Thyroid eye disease (TED), also called Graves' orbitopathy or thyroid-associated orbitopathy, is an autoimmune inflammatory condition affecting the eyes. It usually occurs in people with Graves' disease (hyperthyroidism) but can occur with other thyroid conditions or even normal thyroid function.
Key Takeaways
- Usually associated with Graves' disease (hyperthyroidism) but can occur with normal thyroid
- Symptoms: bulging eyes, eyelid retraction, double vision, dry eye
- Has active and stable phases—treatment depends on which phase
- Smoking significantly worsens the disease—quitting is essential
- New treatment (teprotumumab) is now available for active disease
- Can threaten vision if optic nerve is compressed—requires urgent treatment
Understanding Thyroid Eye Disease
In TED, antibodies that attack the thyroid also attack tissues around the eyes. This causes:
- Swelling of eye muscles and fat behind the eye
- Eyes pushed forward (proptosis)
- Eyelids retracted (pulled back)
- Restricted eye movement causing double vision
Phases of TED
Active Phase
- Inflammatory changes occurring
- Symptoms may be progressing or fluctuating
- Eyes may be red, puffy, uncomfortable
- Duration: typically 1-3 years (sometimes longer in smokers)
- This is when anti-inflammatory treatment is most effective
Stable Phase
- Inflammation has "burned out"
- Changes stabilized but may have permanent effects
- No longer actively progressing
- Surgical rehabilitation can be considered
Symptoms
Appearance Changes
- Proptosis (bulging eyes)
- Eyelid retraction—upper lid pulled up, showing white above iris ("stare")

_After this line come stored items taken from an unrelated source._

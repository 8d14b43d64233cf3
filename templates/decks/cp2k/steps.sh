# CP2K writes the input of the next attempt itself, with the cell and the ions of the last step; steps are counted anew
make_inputs() {
  if [ "$n" -gt 1 ] && grep -q '&END FORCE_EVAL' strainkit-1.restart 2>/dev/null; then
    sed '/STEP_START_VAL/d' strainkit-1.restart >"cp2k-$n.inp"
  else
    cp cp2k.inp "cp2k-$n.inp"
  fi
}

run_program() {
  {{ launch }} -i "cp2k-$n.inp" -o "cp2k-$n.out"
}

is_finished() {
  grep -q 'PROGRAM ENDED AT' "cp2k-$n.out" && ! grep -q 'SCF run NOT converged' "cp2k-$n.out"
{%- if task != "single" %} &&
    grep -q 'OPTIMIZATION COMPLETED' "cp2k-$n.out"
{%- endif %}

}

tidy_up() {
  rm -f strainkit-RESTART* ./*.bak-*
}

- Lid lag—lid lags behind when looking down
- Periorbital swelling—puffy eyelids
Discomfort
- Dry, gritty eyes (exposure from incomplete lid closure)
- Tearing
- Pressure or pain behind eyes
- Light sensitivity
- Red, inflamed appearance
Double Vision
- From swelling and scarring of eye muscles
- Often worse in certain directions
- Can significantly impact quality of life
Vision-Threatening Disease
Seek urgent care if you experience:
- Decreasing vision
- Color vision changes
- Visual field loss
These may indicate optic nerve compression (dysthyroid optic neuropathy)—a medical emergency requiring urgent treatment.
Risk Factors
Major Risk Factor: Smoking
- Smoking is the most modifiable risk factor
- Smokers have worse disease
- Longer active phase
- Poorer response to treatment
- Quitting smoking is essential
Other Factors
- Radioactive iodine treatment—may worsen TED; steroids may prevent
- Poorly controlled thyroid levels—both high and low
- Female sex—more common in women
- Genetics—family history increases risk
Diagnosis
Clinical Evaluation
- Eye appearance assessment
- Eyelid measurements
- Proptosis measurement (exophthalmometry)
- Eye movement assessment
- Visual acuity and color vision
- Pupil examination
- Optic nerve assessment
Thyroid Tests
- TSH, free T4
- Thyroid antibodies (TSI, TPO, TRAb)
- May have TED with normal thyroid function (euthyroid Graves')
Imaging
- CT or MRI of orbits
- Shows enlarged eye muscles
- Evaluates optic nerve compression
- Helps planning for surgery
Assessing Activity
- Clinical Activity Score (CAS)
- Helps determine if disease is active or stable
- Guides treatment decisions
Treatment
For All Patients
- Stop smoking—absolutely essential
- Control thyroid levels—maintain euthyroid state
- Lubricating drops and ointment—for surface dryness
- Elevate head of bed—reduces morning swelling
- Selenium supplementation—may help mild disease
- Sun protection—sunglasses, avoid wind
For Active, Moderate-Severe Disease
- FDA-approved for thyroid eye disease
- Reduces proptosis and inflammation
- Given as IV infusion every 3 weeks (8 doses)
- Can cause hearing changes, muscle cramps, hyperglycemia
- IV methylprednisolone often used
- Reduces inflammation
- Has significant side effects with long-term use
Orbital radiation
- Sometimes used for muscle involvement
- Combined with steroids
For Stable Disease (Surgical Rehabilitation)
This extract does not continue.